Data excerpts:
§ §

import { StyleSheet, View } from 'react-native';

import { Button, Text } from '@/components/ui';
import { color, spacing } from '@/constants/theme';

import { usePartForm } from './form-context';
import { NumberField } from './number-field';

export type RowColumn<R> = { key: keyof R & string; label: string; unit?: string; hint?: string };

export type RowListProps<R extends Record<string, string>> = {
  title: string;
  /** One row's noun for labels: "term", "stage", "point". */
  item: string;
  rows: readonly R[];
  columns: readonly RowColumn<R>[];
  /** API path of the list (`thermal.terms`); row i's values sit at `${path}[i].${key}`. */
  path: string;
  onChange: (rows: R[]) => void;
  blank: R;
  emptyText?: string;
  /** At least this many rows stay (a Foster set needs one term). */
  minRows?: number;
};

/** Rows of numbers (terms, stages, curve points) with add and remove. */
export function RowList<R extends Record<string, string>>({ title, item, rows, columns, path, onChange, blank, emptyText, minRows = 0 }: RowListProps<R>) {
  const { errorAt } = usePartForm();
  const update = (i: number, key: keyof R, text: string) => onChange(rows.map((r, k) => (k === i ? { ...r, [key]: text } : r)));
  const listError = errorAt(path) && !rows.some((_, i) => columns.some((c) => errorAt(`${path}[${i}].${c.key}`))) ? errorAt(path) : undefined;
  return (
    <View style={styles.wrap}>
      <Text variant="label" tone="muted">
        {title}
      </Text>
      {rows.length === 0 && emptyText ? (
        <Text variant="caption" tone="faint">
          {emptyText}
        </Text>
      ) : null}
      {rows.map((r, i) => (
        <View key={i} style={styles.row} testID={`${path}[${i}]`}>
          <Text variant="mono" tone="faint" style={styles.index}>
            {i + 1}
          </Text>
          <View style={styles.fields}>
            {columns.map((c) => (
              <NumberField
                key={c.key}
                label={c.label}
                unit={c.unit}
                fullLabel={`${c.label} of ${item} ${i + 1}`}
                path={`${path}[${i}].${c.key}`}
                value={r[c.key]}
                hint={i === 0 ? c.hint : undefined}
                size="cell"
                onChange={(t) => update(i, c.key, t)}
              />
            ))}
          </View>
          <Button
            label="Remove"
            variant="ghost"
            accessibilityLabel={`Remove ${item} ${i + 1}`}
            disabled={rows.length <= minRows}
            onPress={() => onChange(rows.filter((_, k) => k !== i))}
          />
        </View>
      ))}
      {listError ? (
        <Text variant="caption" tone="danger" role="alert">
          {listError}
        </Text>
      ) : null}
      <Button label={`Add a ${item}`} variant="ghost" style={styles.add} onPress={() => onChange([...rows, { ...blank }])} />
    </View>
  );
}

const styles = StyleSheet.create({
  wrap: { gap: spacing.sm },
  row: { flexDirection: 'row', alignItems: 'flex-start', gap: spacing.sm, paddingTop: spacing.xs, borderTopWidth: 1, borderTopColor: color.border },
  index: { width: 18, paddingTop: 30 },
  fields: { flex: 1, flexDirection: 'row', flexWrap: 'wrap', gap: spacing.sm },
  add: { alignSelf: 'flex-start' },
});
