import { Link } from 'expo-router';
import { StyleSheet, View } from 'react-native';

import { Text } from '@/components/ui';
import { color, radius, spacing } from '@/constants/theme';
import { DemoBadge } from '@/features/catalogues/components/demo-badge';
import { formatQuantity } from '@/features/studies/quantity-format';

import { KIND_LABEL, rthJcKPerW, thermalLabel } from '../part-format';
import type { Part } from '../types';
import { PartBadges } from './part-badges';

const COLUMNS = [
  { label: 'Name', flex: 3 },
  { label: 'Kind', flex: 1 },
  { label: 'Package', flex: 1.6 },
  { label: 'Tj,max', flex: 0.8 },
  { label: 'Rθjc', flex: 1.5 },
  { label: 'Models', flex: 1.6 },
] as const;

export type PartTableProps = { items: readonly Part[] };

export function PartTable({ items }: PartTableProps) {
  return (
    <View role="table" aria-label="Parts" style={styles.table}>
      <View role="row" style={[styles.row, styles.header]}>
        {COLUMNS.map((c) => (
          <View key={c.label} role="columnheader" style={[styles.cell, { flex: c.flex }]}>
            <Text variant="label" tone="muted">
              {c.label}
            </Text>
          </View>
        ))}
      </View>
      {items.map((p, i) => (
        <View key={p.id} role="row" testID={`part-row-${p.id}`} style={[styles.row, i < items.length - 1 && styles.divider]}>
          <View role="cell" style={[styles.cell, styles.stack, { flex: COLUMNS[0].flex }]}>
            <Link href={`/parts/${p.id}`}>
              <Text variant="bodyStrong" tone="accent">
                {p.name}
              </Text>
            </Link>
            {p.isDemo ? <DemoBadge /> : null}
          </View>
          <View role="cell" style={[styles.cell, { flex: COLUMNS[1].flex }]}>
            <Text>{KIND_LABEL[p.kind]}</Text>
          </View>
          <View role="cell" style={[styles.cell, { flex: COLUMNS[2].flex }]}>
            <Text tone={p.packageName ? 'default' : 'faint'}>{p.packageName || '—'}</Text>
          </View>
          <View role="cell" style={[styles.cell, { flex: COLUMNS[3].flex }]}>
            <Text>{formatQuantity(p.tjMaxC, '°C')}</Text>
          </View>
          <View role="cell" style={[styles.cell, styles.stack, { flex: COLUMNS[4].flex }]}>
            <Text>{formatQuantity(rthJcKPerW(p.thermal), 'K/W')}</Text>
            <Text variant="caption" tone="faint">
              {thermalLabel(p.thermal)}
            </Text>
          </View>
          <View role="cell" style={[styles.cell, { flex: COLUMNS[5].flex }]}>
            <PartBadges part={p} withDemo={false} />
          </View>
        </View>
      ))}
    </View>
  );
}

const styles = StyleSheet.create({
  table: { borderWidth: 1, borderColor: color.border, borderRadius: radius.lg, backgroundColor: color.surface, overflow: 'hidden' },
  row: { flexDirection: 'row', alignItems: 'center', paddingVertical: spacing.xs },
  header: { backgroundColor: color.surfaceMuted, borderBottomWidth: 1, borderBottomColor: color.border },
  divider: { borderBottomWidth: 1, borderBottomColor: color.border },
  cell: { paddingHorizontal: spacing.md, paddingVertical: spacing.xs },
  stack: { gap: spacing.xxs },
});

§ §

**REQUIRED WORK**
What is the number of lines in the records that hold the word "stack"? Answer with that number only.

**ANSWER AREA**
3